Дедушка даже глазом не моргнул:
— Помилуй бог, Люба! — и тихо засмеялся. — Хе, хе, хе…
Мы потом долго еще смеялись, вспоминая этот совет и дедушкино искреннее изумление — «Помилуй бог, Люба!»
Помню еще одно дедушкино предупреждение. Оно было связано с нашими играми. Дело в том, что во дворе нашего огромного дома был летний кинотеатр с крытой эстрадой и деревянными скамейками без спинок. Мы с сестрой любили перепрыгивать через эти скамеечки. Скакали на скорость — кто быстрее перепрыгивал, тот и выигрывал. Поскольку гуляли мы всегда с дедушкой, он каждый раз предупреждал нас: «Допрыгаешься! Пойдут у тебя красные сопли». Это означало «разобьешь нос в кровь». Вообще, несмотря на всю его внушительного размера фигуру, крепость, бодрый дух, здравый ум, физическую силу и рост, дед Федя был человеком очень тихим. От него никогда не исходило никакого шума и тем более крика. И говорил он всегда тихим, ласковым голосом, был улыбчивым и, можно сказать, деликатным человеком. Тем более удивительной кажется история его женитьбы. Дедушка женился неожиданно и по большому чувству. Пелагея Никитична, которую мы звали просто баба Поля, была тайно украдена им. Подробности этой романтической истории нам по малолетству не рассказывали, но было известно, что баба Поля была «пленной турчанкой». Подтвердить это семейное предание уже невозможно, но, по всей видимости, баба Поля была либо дочерью «пленной турчанки», либо происходила из «семьи инородцев».
В свои молодые лета бабушка, заботясь о столь многочисленной семье, была постоянно занята хозяйством и считалась неработающей. Поскольку хозяйство у них с дедушкой было обустроенное и крепкое, то в 1930-е годы неработающей Пелагее пригрозили высылкой. Дедушка с бабушкой, оставив усадьбу в Тульской губернии, связав котомки и прихватив детей, бежали в Москву, чтобы спастись, затеряться в большом городе. Дедушка устроился работать извозчиком, а баба Поля — уборщицей на Киевский вокзал. Она мыла платформы, ползая на коленях по асфальту. От постоянного переохлаждения в старости у нее сильно болели ноги, она передвигалась с трудом, а потом и вовсе без костылей не могла и шагу ступить. Так я ее и помню — с костылями, негромко и мерно постукивающими по паркету в коридоре нашей коммуналки. Не помню, чтобы она когда-нибудь заходила в нашу комнату. Почему — не знаю.
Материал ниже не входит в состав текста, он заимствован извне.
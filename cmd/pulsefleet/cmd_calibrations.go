package main

import (
	"context"
	"fmt"
	"io"
	"os"
	"sort"
	"time"

	"github.com/pulsefleet/pulsefleet/internal/calibration"
	pb "github.com/pulsefleet/pulsefleet/proto/pulsefleet/v1"
)

func init() {
	register(command{
		name: "calibrations",
		summary: "Manage the calibrations a running gateway applies: put, list, assign.\n\n" +
			"  pulsefleet calibrations put    --gateway ADDR --file CURVE.yaml   store a new version (admin)\n" +
			"  pulsefleet calibrations list   --gateway ADDR                     versions and assignments\n" +
			"  pulsefleet calibrations assign --gateway ADDR (--model M | --device ID) --calibration NAME[@vN]\n" +
			"                                 assign (empty --calibration removes); applies from the device's next stream\n\n" +
			"Curve files come from `pulsefleet calibrate --out`. A device's introduction may also name a\n" +
			"calibration; otherwise its own assignment, then its model's, then the empirical line apply.\n" +
			"Every change is audited.",
		run: runCalibrations,
	})
}

func runCalibrations(ctx context.Context, args []string, s stdio) error {
	if len(args) == 0 || args[0] == "-h" || args[0] == "--help" {
		fmt.Fprintln(s.err, commands["calibrations"].summary)
		if len(args) == 0 {
			return usagef("want a subcommand: put, list or assign")
		}
		return errHelp
	}
	sub, args := args[0], args[1:]
	var cf clientFlags
	fs := newFlagSet("calibrations "+sub, "--gateway ADDR [flags]", s.err)
	cf.register(fs)
	file := fs.String("file", "", "put: calibration curve file (YAML)")
	model := fs.String("model", "", "assign: device model")
	device := fs.String("device", "", "assign: device id")
	ref := fs.String("calibration", "", "assign: NAME or NAME@vN (empty removes the assignment)")
	if err := parseFlags(fs, args); err != nil {
		return err
	}
	addrs, err := cf.addrs()
	if err != nil {
		return err
	}
	conn, err := cf.dial(addrs[0])
	if err != nil {
		return err
	}
	defer conn.Close()
	cl := pb.NewAdminServiceClient(conn)
	cctx, cancel := context.WithTimeout(cf.ctx(ctx), 30*time.Second)
	defer cancel()
	switch sub {
	case "put":
		if *file == "" {
			return usagef("--file: required")
		}
		data, err := os.ReadFile(*file)
		if err != nil {
			return fmt.Errorf("--file: %w", err)
		}
		if _, err := calibration.Parse(data); err != nil {
			return fmt.Errorf("--file %s: %w", *file, err)
		}
		resp, err := cl.PutCalibration(cctx, &pb.PutCalibrationRequest{CurveYaml: string(data)})
		if err != nil {
			return err
		}
		fmt.Fprintf(s.out, "stored %s@v%d\n", resp.GetCalibration().GetName(), resp.GetCalibration().GetVersion())
	case "list":
		resp, err := cl.ListCalibrations(cctx, &pb.ListCalibrationsRequest{})
		if err != nil {
			return err
		}
		if err := writeCalibrationsTable(s.out, resp); err != nil {
			return err
		}
	case "assign":
		if (*model == "") == (*device == "") {
			return usagef("--model, --device: give exactly one")
		}
		resp, err := cl.AssignCalibration(cctx, &pb.AssignCalibrationRequest{Model: *model, DeviceId: *device, Calibration: *ref})
		if err != nil {
			return err
		}
		if resp.GetAssignment().GetCalibration() == "" {
			fmt.Fprintf(s.out, "%s: assignment removed\n", resp.GetAssignment().GetTarget())
		} else {
			fmt.Fprintf(s.out, "%s -> %s\n", resp.GetAssignment().GetTarget(), resp.GetAssignment().GetCalibration())
		}
	default:
		return usagef("unknown subcommand %q, want put, list or assign", sub)
	}
	return nil
}

// writeCalibrationsTable prints the stored calibrations and the assignments.
func writeCalibrationsTable(w io.Writer, resp *pb.ListCalibrationsResponse) error {
	tw := newTable(w, 0, "CALIBRATION", "STORED", "BY", "CURVE")
	for _, c := range resp.GetCalibrations() {
		eq := "?"
		if cv, err := calibration.Parse([]byte(c.GetCurveYaml())); err == nil {
			eq = cv.Equation()
		}
		tw.row(fmt.Sprintf("%s@v%d", c.GetName(), c.GetVersion()), time.UnixMilli(c.GetCreatedUnixMs()).UTC().Format(time.RFC3339), c.GetCreatedBy(), eq)
	}
	if err := tw.flush(); err != nil {
		return err
	}
	as := resp.GetAssignments()
	sort.Slice(as, func(i, j int) bool { return as[i].GetTarget() < as[j].GetTarget() })
	fmt.Fprintln(w)
	tw = newTable(w, 0, "ASSIGNED TO", "CALIBRATION")
	for _, a := range as {
		tw.row(a.GetTarget(), a.GetCalibration())
	}
	return tw.flush()
}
Скорее всего, у них с дедом существовала договоренность на этот счет. Может быть, они остерегались вызвать ревность у внуков и случайно поссорить своих детей, а может быть, по каким-то другим причинам. Переговаривались они с дедушкой в основном на кухне. Баба Поля отличалась исключительной молчаливостью. Так, например, она могла попросить нас отойти в сторонку, когда ей необходимо было пройти из комнаты тети Шуры на кухню мимо нас с сестрой, играющих в классики в общем коридоре. Правда, чаще всего она вообще ничего не говорила, а просто приподнимала свой костыль, показывая нам таким образом, что ей надо пройти. Когда в 1968 (или 1969) году тетя Шура со своей семьей и бабой Полей переехали в отдельную квартиру на улицу Василисы Кожиной, бабушка долго не зажилась и вскоре ушла из жизни. От деда Феди это известие тщательно скрывали, но, видимо, он чувствовал неладное. Стал скучать и печалиться, часто жалобно спрашивал родителей: «Что же это вы меня к матери-то не везете?» Не помню, появлялись ли у него при этом слезы на глазах, но вопрос его звучал с такой невыразимой тоской, что у меня до сих пор сердце разрывается на куски, когда я вспоминаю его голос в этот момент.
Ознакомительная версия.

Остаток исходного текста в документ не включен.